Scottish hip hop is the regional manifestation of the British hip hop culture in Scotland, comprising the five elements of MCing, DJing, beatboxing, graffiti and b-boying.

History
In the 1980s, elements of hip hop culture had spread to Scotland. Scottish actor and stand-up comedian Johnny Beattie claimed to be "Scotland's first rap star". His song "The Glasgow Rap" was released in 1983 and received some chart success at the time.

In the late 1980s artists such as Two Tone Committee, Bill Drummond, Krack Free Media, Dope Inc and into the early 1990s with Blacka'nized, NorthernXposure, Zulu Syndicate, Eastborn, Major Threat, All Time High and UTI (Under The Influence) laid the groundwork for a Scottish Hip Hop subculture, rapping consciously about their own lives and problems in their own voices rather than emulating American rappers of the time. The first Scottish hip-hop on vinyl was The Frontal Attack, released by Dope Inc in 1991. In Glasgow, Steg G & the Freestyle Master were producing work that added a west coast twist to Scottish rap.

In the early 2010s, a defined scene became more visible in the mainstream for various reasons.

Firstly, the emergence of "written" battle rap as a defined artform led to greater exposure of the scene as whole, thanks to the creation of battle events in both Edinburgh & Glasgow by Nity Gritz, co-hosted by Werd (S.O.S)  This even culminated in a Scotsman becoming the de facto UK battle rap champion when Soul became the Don't Flop champion in 2015.
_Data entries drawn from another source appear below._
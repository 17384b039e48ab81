"""Every option of every built-in model is described on its method sheet."""

from __future__ import annotations

from dataclasses import dataclass, fields

import pytest

from steelyard.benchmark.options import NOT_DESCRIBED, option_meanings
from steelyard.models import model_registry

MODELS = model_registry().load_all()[0]


@pytest.mark.parametrize("name", MODELS)
def test_every_option_is_described(name: str) -> None:
    meanings = dict(option_meanings(MODELS[name]))
    assert list(meanings) == [field.name for field in fields(MODELS[name])]
    assert not [option for option, meaning in meanings.items() if NOT_DESCRIBED in meaning]


def test_meanings_are_those_of_the_docstring() -> None:
    @dataclass(frozen=True)
    class Model:
        """A model.

        Parameters
        ----------
        first, second : two switches,
            told over two lines
        third : a number

        Raises
        ------
        ModelError : never : at all
        """

        first: bool = False
        second: bool = True
        third: int = 2
        fourth: str = "x"

    assert option_meanings(Model) == (  # type: ignore[arg-type]  # only its fields and docstring are read
        ("first", "two switches, told over two lines; by default false"),
        ("second", "two switches, told over two lines; by default true"),
        ("third", "a number; by default 2"),
        ("fourth", f"{NOT_DESCRIBED}; by default x"),
    )
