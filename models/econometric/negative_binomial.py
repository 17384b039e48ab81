"""Negative-binomial regression of counts on all dyads: variance mean + alpha mean^2, or mean (1 + alpha)."""

from __future__ import annotations

from dataclasses import dataclass, replace
from types import MappingProxyType
from typing import ClassVar

import numpy as np

from steelyard.datasets import Dyads, Floats
from steelyard.models.contract import Convergence, Family, Holdout, Information, Need, Part, Requirements
from steelyard.models.covariance import NodePairs
from steelyard.models.distributions import DispersionForm, NegativeBinomialLaw
from steelyard.models.errors import ModelError
from steelyard.models.estimates import Estimate, EstimatePart, Estimates, Status
from steelyard.models.index_likelihood import IndexFit, fit_indices
from steelyard.models.likelihoods import NegativeBinomialQuadratic, Poisson
from steelyard.models.linear_index import LinearIndex, index_estimates, node_pairs, scale_estimate
from steelyard.models.measure import Measure
from steelyard.models.negative_binomial_linear import NegativeBinomialLinear
from steelyard.models.special import poisson_log_mass

__all__ = ["FittedNegativeBinomial", "NegativeBinomialModel", "fit_negative_binomial"]

_FORMS = MappingProxyType({1: DispersionForm.LINEAR, 2: DispersionForm.QUADRATIC})


@dataclass(frozen=True)
class FittedNegativeBinomial:
    """Mean exp(index) on every dyad, and variance mean + alpha mean^2 or mean (1 + alpha)."""

    index: LinearIndex
    alpha: float
    form: DispersionForm
    estimates: Estimates
    n_parameters: int
    convergence: Convergence
    measure: ClassVar[Measure] = Measure.COUNTS

    def expected_weight(self, dyads: Dyads, /) -> Floats:
        return np.exp(self.index.on(dyads))

    def distribution(self, dyads: Dyads, /) -> NegativeBinomialLaw:
        return NegativeBinomialLaw(self.expected_weight(dyads), self.alpha, self.form)


def fit_negative_binomial(
    response: Floats,
    design: Floats,
    pairs: NodePairs | None = None,
    form: DispersionForm = DispersionForm.QUADRATIC,
) -> IndexFit:
    """Fit plain arrays; the second index is the constant log alpha.

    Where the likelihood is highest at alpha = 0, the Poisson fit is the maximum, and it comes back with one
    index instead of two. The slope at alpha = 0 alone does not say so: the likelihood may fall there and rise
    again to a higher maximum inside, so in that case both are fitted and compared.
    """
    poisson = fit_indices(Poisson(response), [design], pairs)
    mean = _mean(poisson, design)
    falls = _slope_at_poisson(response, mean, form) <= 0.0
    if falls and len(response) - int(poisson.separated.sum()) <= poisson.rank + 1:
        return poisson
    linear = form is DispersionForm.LINEAR
    likelihood = NegativeBinomialLinear(response) if linear else NegativeBinomialQuadratic(response)
    designs = [design, np.ones((len(response), 1))]
    inside = fit_indices(likelihood, designs, pairs)
    if not inside.convergence.converged and not falls and not linear and poisson.convergence.converged:
        # Large counts that are nearly Poisson have an alpha far below what the plain start looks at.
        near = np.where(poisson.separated, 0.0, design @ poisson.coefficients[0])
        inside = fit_indices(NegativeBinomialQuadratic(response, near), designs, pairs)
    if not falls:
        return inside
    if not inside.convergence.converged:
        return poisson
    law = NegativeBinomialLaw(_mean(inside, design), float(np.exp(inside.coefficients[1][0])), form)
    gain = law.log_density(response) - poisson_log_mass(response, mean)
    return inside if float(gain.sum()) > 0.0 else poisson


def _slope_at_poisson(response: Floats, mean: Floats, form: DispersionForm) -> float:
    """Slope of the log-likelihood in alpha at alpha = 0, times two; separated observations, of mean 0, add none."""
    excess = (response - mean) ** 2 - response
    if form is DispersionForm.LINEAR:
        excess = np.divide(excess, mean, out=np.zeros_like(mean), where=mean > 0.0)
    return float(np.sum(excess))


def _mean(found: IndexFit, design: Floats) -> Floats:
    """(n,) fitted means, 0 on separated observations."""
    kept = ~found.separated
    mean = np.zeros(len(design))
    mean[kept] = np.exp(design[kept] @ found.coefficients[0])
    return mean


@dataclass(frozen=True)
class NegativeBinomialModel:
    """Counts with log-linear mean and variance mean + alpha mean^2 or mean (1 + alpha), zeros included.

    Parameters
    ----------
    covariates : names of the covariates that enter the log of the mean beside a constant
    form : 2 for variance mean + alpha mean^2, 1 for mean (1 + alpha)

    Raises
    ------
    ModelError : the form is neither 1 nor 2
    """

    covariates: tuple[str, ...]
    form: int = 2

    name: ClassVar[str] = "negative_binomial"
    family: ClassVar[Family] = Family.ECONOMETRIC
    part: ClassVar[Part] = Part.JOINT
    measure: ClassVar[Measure] = Measure.COUNTS
    holdouts: ClassVar[frozenset[Holdout]] = frozenset(Holdout)
    directed: ClassVar[frozenset[bool]] = frozenset({True, False})
    information: ClassVar[Information] = Information.COVARIATES
    requires: ClassVar[Requirements] = Requirements(Need.REQUIRED)
    summary: ClassVar[str] = (
        "Counts on every dyad, zeros included, are Poisson around a mean that itself varies (gamma) from dyad "
        "to dyad. In form 2, the default, the variance grows with the square of the mean; in form 1 it is a "
        "multiple of the mean."
    )
    formula: ClassVar[str] = (
        "mean m, variance m + alpha m^2 (form 2) or m (1 + alpha) (form 1),  log m = constant + sum of slope x "
        "covariate"
    )
    parameters: ClassVar[str] = "maximum likelihood; covariates + 1, and alpha unless it is at its edge 0"
    caution: ClassVar[str] = (
        "Its estimates depend on the unit of the flows. One alpha serves both the zeros and the spread of the "
        "weights, so a good fit of one may be paid for in the other."
    )
    sources: ClassVar[str] = "Cameron & Trivedi (1998); Bosquet & Boulhol (2014) on the unit"

    def __post_init__(self) -> None:
        if self.form not in _FORMS:
            raise ModelError(
                f"The form of a negative binomial must be 1, for variance m (1 + alpha), or 2, for m + alpha m^2; "
                f"got {self.form!r}."
            )

    def fit(self, dyads: Dyads, /) -> FittedNegativeBinomial:
        """Maximum likelihood on all of these dyads, zeros included."""
        form, design = _FORMS[self.form], dyads.design(self.covariates)
        found = fit_negative_binomial(dyads.counts, design, node_pairs(dyads), form)
        slopes = index_estimates(found, self.covariates, EstimatePart.JOINT)
        convergence = found.convergence
        if len(found.coefficients) == 1:
            note = "no overdispersion: the maximum is the Poisson law"
            alpha = Estimate(EstimatePart.DISPERSION, "alpha", 0.0, {}, Status.BOUNDARY, True, note)
            said = "; ".join(m for m in (convergence.message, "alpha at its edge 0") if m)
            convergence = replace(convergence, message=said)
        else:
            alpha = scale_estimate(found, 1, "alpha", EstimatePart.DISPERSION)
        return FittedNegativeBinomial(
            index=LinearIndex.of(found, self.covariates),
            alpha=alpha.value,
            form=form,
            estimates=slopes + Estimates((alpha,)),
            n_parameters=found.rank,
            convergence=convergence,
        )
Several artists within the hip hop community also became galvanised by the 2014 Scottish independence referendum. The likes of Loki and Stanley Odd championed the Yes vote. The former emerged as an activist and cultural voice on behalf of the hip hop community, while the latter went viral with their single "Son, I Voted Yes".

Elsewhere, several acts within the scene broke into the mainstream. The likes of Hector Bizerk and The LaFontaines earned prestigious slots at the T in the Park festival, as well as widespread critical recognition. Meanwhile, Young Fathers, a hip hop group from Edinburgh, achieved UK-wide success with their album "Dead", for which they won the Mercury prize. While Edinburgh's Madhat McGore pushed the music further down south, working with English acts and appearing on Charlie Sloth's BBC Fire in the Booth. Eastborn toured Australia, the US and China, as well as guest slot presenter of BBC 1xtra.

Edinburgh Born Rob Mitchell leads Abstract Orchestra, a British hip hop orchestra that are known for reworking classic American hip hop and working with both UK and US artists.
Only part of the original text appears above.